Llegó a la vida de todos un 6 de marzo y tomó la casa, nuestras cosas y la atención de todos para él. Aprendió las cosas a su ritmo (nunca al nuestro). Caminó cuando creyó que mi mamá ya no le hacía falta y entonces se tomó de la mano de mi papá, con quien salía todas las mañanas para abrir la tiendita de la que vivíamos y sentarse al otro lado de la calle, junto a un eucalipto desde donde miraba pasar a la gente y los camiones repartidores, que en esos años eran lo único que recorría las calles de nuestra colonia.
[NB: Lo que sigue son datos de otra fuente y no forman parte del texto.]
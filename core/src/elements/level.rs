//! Reading the level symbols of published tables, with the ways of writing them that occur there.

use crate::quantity::TwiceJ;

const TOTAL_LETTERS: &str = "SPDFGHIKLMNOQRTUVWXYZ";

/// An LS term: multiplicity 2S + 1, L, parity.
#[derive(Clone, Copy, Debug, PartialEq, Eq)]
pub struct TermSymbol {
    /// 2S + 1.
    pub multiplicity: u32,
    /// L.
    pub total_l: u32,
    /// Odd parity.
    pub odd: bool,
}

/// ASCII with the table's sign of odd parity: `3P`, `2P*`.
impl std::fmt::Display for TermSymbol {
    fn fmt(&self, f: &mut std::fmt::Formatter<'_>) -> std::fmt::Result {
        let letter = usize::try_from(self.total_l)
            .ok()
            .and_then(|l| TOTAL_LETTERS.chars().nth(l));
        write!(
            f,
            "{}{}{}",
            self.multiplicity,
            letter.unwrap_or('?'),
            if self.odd { "*" } else { "" }
        )
    }
}

/// What a table says of a level; parts it leaves out are absent.
#[derive(Clone, Debug, PartialEq, Eq)]
pub struct LevelSymbol {
    /// The LS term, where the level is named so.
    pub term: Option<TermSymbol>,
    /// The j values of a jj name, such as `0,3/2` of `(0,3/2)*<3/2>`.
    pub jj: Option<String>,
    /// Whether the table marks odd parity.
    pub odd: bool,
    /// J.
    pub j: Option<TwiceJ>,
}

/// Reads a level symbol tolerantly: `2S<1/2>`, `1S0`, `3F<2.000>`, `3P10` (index 1, J = 0),
/// `5D     0`, `(0,3/2)*<3/2>`, `<5/2>`, `*<3/2>`, `0`, `*` or nothing.
///
/// Odd parity is a `*`. Nothing is returned when a part is left that cannot be read.
pub fn read_level(text: &str) -> Option<LevelSymbol> {
    let compact: String = text.chars().filter(|c| !c.is_whitespace()).collect();
    let odd = compact.contains('*');
    let mut level = LevelSymbol {
        term: None,
        jj: None,
        odd,
        j: None,
    };
    let rest = if let Some(inside) = compact.strip_prefix('(') {
        let (jj, rest) = inside.split_once(')')?;
        level.jj = Some(jj.to_string());
        rest
    } else if let Some((multiplicity, total_l, rest)) = leading_term(&compact) {
        level.term = Some(TermSymbol {
            multiplicity,
            total_l,
            odd,
        });
        rest
    } else {
        &compact
    };
    let rest = rest.strip_prefix('*').unwrap_or(rest);
    level.j = match rest.strip_prefix('<') {
        Some(inside) => Some(angular_momentum(inside.strip_suffix('>')?)?),
        None if rest.is_empty() => None,
        None => Some(bare_j(rest, level.term)?),
    };
    Some(level)
}

/// The multiplicity and L at the beginning, and what follows.
fn leading_term(text: &str) -> Option<(u32, u32, &str)> {
    let digits = text.find(|c: char| !c.is_ascii_digit())?;
    let multiplicity = text.get(..digits)?.parse().ok()?;
    let letter = text.get(digits..)?.chars().next()?;
    let total_l = u32::try_from(TOTAL_LETTERS.find(letter)?).ok()?;
    Some((
        multiplicity,
        total_l,
        text.get(digits + letter.len_utf8()..)?,
    ))
}

/// A J without brackets. Where the whole number is beyond L + S, its first digits are the term's
/// running index and the last is J.
fn bare_j(text: &str, term: Option<TermSymbol>) -> Option<TwiceJ> {
    let whole = angular_momentum(text)?;
    let Some(term) = term else { return Some(whole) };
    let largest = i64::from(term.multiplicity) - 1 + 2 * i64::from(term.total_l);
    if i64::from(whole.doubled()) <= largest {
        return Some(whole);
    }
    let last = text.char_indices().next_back()?.0;
    angular_momentum(text.get(last..)?)
}

/// `2`, `3/2`, `2.000`.
fn angular_momentum(text: &str) -> Option<TwiceJ> {
    let plain = |text: &str| -> Option<i32> {
        (text.len() <= 4 && text.bytes().all(|b| b.is_ascii_digit())).then(|| text.parse().ok())?
    };
    if let Some(numerator) = text.strip_suffix("/2") {
        return plain(numerator).map(TwiceJ::from_doubled);
    }
    let (whole, fraction) = text.split_once('.').unwrap_or((text, ""));
    let half = match fraction.trim_end_matches('0') {
        "" => 0,
        "5" => 1,
        _ => return None,
    };
    Some(TwiceJ::from_doubled(
        plain(whole)?.checked_mul(2)?.checked_add(half)?,
    ))
}

#[cfg(test)]
mod tests {
    use super::*;

    fn read(text: &str) -> (String, Option<String>, bool, String) {
        let level = read_level(text).unwrap();
        (
            level.term.map_or(String::new(), |term| term.to_string()),
            level.jj,
            level.odd,
            level.j.map_or(String::new(), |j| j.to_string()),
        )
    }

    #[test]
    fn every_way_of_writing_is_read() {
        let ls = |term: &str, j: &str| (term.to_string(), None, term.ends_with('*'), j.to_string());
        assert_eq!(read("2S<1/2>"), ls("2S", "1/2"));
        assert_eq!(read("1S0"), ls("1S", "0"));
        assert_eq!(read("3F<2.000>"), ls("3F", "2"));
        assert_eq!(read("3P10"), ls("3P", "0"));
        assert_eq!(read("5D     0"), ls("5D", "0"));
        assert_eq!(read("4I*<9/2>"), ls("4I*", "9/2"));
        assert_eq!(
            read("(0,3/2)*<3/2>"),
            (String::new(), Some("0,3/2".into()), true, "3/2".into())
        );
        assert_eq!(
            read("(1/2,1/2)0"),
            (String::new(), Some("1/2,1/2".into()), false, "0".into())
        );
        assert_eq!(read("<5/2>"), ls("", "5/2"));
        assert_eq!(read("*<3/2>"), (String::new(), None, true, "3/2".into()));
        assert_eq!(read("*"), (String::new(), None, true, String::new()));
        assert_eq!(read(""), ls("", ""));
        assert_eq!(read_level("(1/2"), None);
        assert_eq!(read_level("3P<x>"), None);
        assert_eq!(read_level("iron"), None);
    }
}
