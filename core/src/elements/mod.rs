//! The elements: symbols, names, observed ground levels.
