//! The elements: symbols, names, isotopes, observed ground levels.

mod ground;
mod isotopes;
mod level;
mod names;

pub use ground::{DOUBTFUL_NEUTRALS, ObservedGround, Status, observed_ground};
pub use isotopes::{Isotope, isotope, isotopes, mean_mass, most_abundant};
pub use level::{LevelSymbol, TermSymbol, read_level};
pub(crate) use names::distance;
pub use names::{HEAVIEST, by_name, by_symbol, name, nearest, symbol};

/// Sources and licences of the data that are compiled in, to be shown or shipped with the program.
pub const NOTICE: &str = include_str!("../../data/NOTICE");
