#[test]
fn published_constants_are_met_within_what_the_answer_says() {
    let mut table = Listing::new(
        "Estimated hyperfine constants",
        "MHz, one configuration, relativistic radial functions, nothing fitted; last with the core polarised, where a lone electron is outside it. Published values from memory: Arimondo, Inguscio and Violino (1977) for alkalis; Lindgren and Rosén (1974) and the atomic-beam and trap work they name for others. The last two are core polarisation alone and counted nowhere.",
        &[
            "isotope and level",
            "A estimated",
            "A published",
            "off, %",
            "B estimated",
            "B published",
            "off, %",
            "A, core polarised",
            "off, %",
        ],
    );
    let (mut of_a, mut of_b) = (Vec::new(), Vec::new());
    // Where the core can be polarised: without and with.
    let (mut bare, mut polarised) = (Vec::new(), Vec::new());
    let all = KNOWN.iter().map(|known| (known, true));
    for (known, counted) in all.chain(LIMIT.iter().map(|known| (known, false))) {
        let (z, mass, _, text, two_j, a, b) = *known;
        let (a_found, b_found) = found(known, false).expect("always");
        let off = |found: f64, known: f64| 100.0 * (found / known - 1.0);
        let off_b = b.map(|b| off(b_found, b));
        let better = found(known, true).map(|(a, _)| a);
        let symbol = rungline_core::elements::symbol(z).expect("an element");
        let shown = |value: Option<f64>, digits: usize| {
            value.map_or("–".into(), |v| format!("{v:.digits$}"))
        };
        table.rows.push(vec![
            format!(
                "{mass}{symbol} {} J = {}",
                written(text),
                TwiceJ::from_doubled(two_j)
            ),
            format!("{a_found:.2}"),
            format!("{a:.2}"),
            format!("{:.0}", off(a_found, a)),
            shown(b.map(|_| b_found), 2),
            shown(b, 2),
            shown(off_b, 0),
            shown(better, 2),
            shown(better.map(|found| off(found, a)), 0),
        ]);
        if counted {
            of_a.push(off(a_found, a));
            of_b.extend(off_b);
            if let Some(better) = better {
                bare.push(off(a_found, a));
                polarised.push(off(better, a));
            }
        } else {
            // The limit that the answer names: next to nothing of it is there.
            assert!(a_found.abs() < 0.1 * a.abs(), "{text}: {a_found}");
        }
    }
    list("splitting_estimates", &table);
    let ((middle_a, worst_a), (middle_b, worst_b)) =
        (median_and_largest(&of_a), median_and_largest(&of_b));
    let (without, with) = (median_and_largest(&bare), median_and_largest(&polarised));
    // The answer says these numbers.
    let round = |value: f64| value.round();
    let (a, b) = (of_a.len(), of_b.len());
    assert_eq!(
        OFF,
        format!(
            "Estimates of A were off by {} % in the median of {a} published values, by {} % at most; those of B by {} % of {b}, {} % at most.",
            round(middle_a),
            round(worst_a),
            round(middle_b),
            round(worst_b)
        )
    );
    let says = format!(
        "from {} % too small to {} %",
        round(without.0),
        round(with.0)
    );
    assert!(POLARISED.contains(&says), "{says}");
    // Too small they all are.
    assert!(bare.iter().all(|off| *off < 0.0) && polarised.iter().all(|off| *off < 0.0));
    for (name, quantity, cases, value, tolerance) in [
        (
            "splitting_estimates_a",
            "A estimated, one configuration: median departure",
            of_a.len(),
            middle_a,
            25.0,
        ),
        (
            "splitting_estimates_a_worst",
            "A estimated, one configuration: largest departure",
            of_a.len(),
            worst_a,
            100.0,
        ),
        (
            "splitting_estimates_b",
            "B estimated, one configuration: median departure",
            of_b.len(),
            middle_b,
            25.0,
        ),
        (
            "splitting_estimates_b_worst",
            "B estimated, one configuration: largest departure",
            of_b.len(),
            worst_b,
            60.0,
        ),
        (
            "splitting_estimates_polarised",
            "A estimated with a polarised core: median departure",
            polarised.len(),
            with.0,
            25.0,
        ),
    ] {
        report(
            name,
            Row {
                quantity: quantity.into(),
                cases,
                worst: value,
                tolerance,
                measure: "percent".into(),
                source: "from memory: Arimondo, Inguscio and Violino, Rev. Mod. Phys. 49, 31 (1977); Lindgren and Rosén (1974) and the work they name".into(),
            },
        );
    }
}

/// Levels whose states with M = J are one determinant: A J and B are sums over its electrons.
#[test]
fn open_shells_add_up_where_one_determinant_is_all() {
    let alpha = FINE_STRUCTURE.value;
    let hartree = HARTREE_WAVENUMBER.value * MHZ_PER_WAVENUMBER;
    let magnetic = alpha * alpha / (2.0 * PROTON) * hartree;
    let electric = hartree * 1e-28 / (BOHR_RADIUS.value * BOHR_RADIUS.value);
    let half_g = ELECTRON_G.value / 2.0;
    // Electrons with spin up by ℓ and m; the level's 2J.
    type Stretched = (u8, &'static str, &'static [(&'static str, i32)], i32);
    const CASES: [Stretched; 5] = [
        (20, "3d 4s", &[("3d", 2), ("4s", 0)], 6),
        (22, "3d2 4s", &[("3d", 2), ("3d", 1), ("4s", 0)], 9),
        (21, "3d 4s 4p", &[("3d", 2), ("4s", 0), ("4p", 1)], 9),
        (
            24,
            "3d2 4s 4p",
            &[("3d", 2), ("3d", 1), ("4s", 0), ("4p", 1)],
            12,
        ),
        (22, "3d 4f", &[("3d", 2), ("4f", 3)], 12),
    ];
    let (mut worst, mut cases) = (0.0_f64, 0);
    for (z, text, electrons, two_j) in CASES {
        let own = Case {
            scale: Scale {
                zeta: 0.0,
                ..Scale::default()
            },
            ..plain(case(z, 2 * u16::from(z), 18, &[text]))
        };
        let spectrum = spectrum(&own);
        let run = spectrum.run(0).expect("radial functions");
        let (mut a, mut b) = (0.0, 0.0);
        for &(name, m) in electrons {
            let function = run.orbital(orbital(name)).expect("occupied");
            let (l, m) = (f64::from(orbital(name).l()), f64::from(m));
            match run.expectation(function, -3) {
                // N_z = m + 2 m_s ⟨C²₀⟩, ⟨C²₀⟩ = [ℓ(ℓ+1) − 3m²]/[(2ℓ−1)(2ℓ+3)].
                Some(inverse) => {
                    let mean = (l * (l + 1.0) - 3.0 * m * m) / ((2.0 * l - 1.0) * (2.0 * l + 3.0));
                    a += inverse * (m + half_g * mean);
                    b -= 2.0 * inverse * mean;
                }
                None => {
                    let slope = run.p_at(function, 1e-9) / 1e-9;
                    a += half_g * slope * slope / 3.0;
                }
            }
        }
        // The lowest level of this J has the largest spin; the two f and d spins are all up.
        let found = of_level(&spectrum, two_j);
        let j = f64::from(two_j) / 2.0;
        worst = worst.max((found.a / (magnetic * a / j) - 1.0).abs());
        worst = worst.max((found.b / (electric * b) - 1.0).abs());
        cases += 2;
    }
    report(
        "splitting_estimates_determinants",
        Row {
            quantity: "A and B of levels that are one determinant, two to four open subshells"
                .into(),
            cases,
            worst,
            tolerance: 1e-6,
            measure: "relative".into(),
            source: "own sums over the determinant's electrons".into(),
        },
    );
}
Nunca tuvo un juguete favorito, a no ser por un triciclo negro en el que imitaba los movimientos que hacía mi papá cuando manejaba su viejo Chevrolet 67. Siempre con los pantalones caídos, no le interesaba el futbol más que para detener las cascaritas que jugábamos en la barriada y tirar un penalti, por puro gusto, para después volver a su mundo. Lo suyo era arrear con una vara a una bandada de guajolotes de los vecinos y jalarle las orejas a los perros que todos creían poco amistosos, pero que a él se acercaban sin desconfianza. Dejarlo secuestrar la televisión era poner buena cara a los maratones de El Chavo del Ocho, a las dobles funciones de películas de Capulina y toda clase de comedias de pastelazo.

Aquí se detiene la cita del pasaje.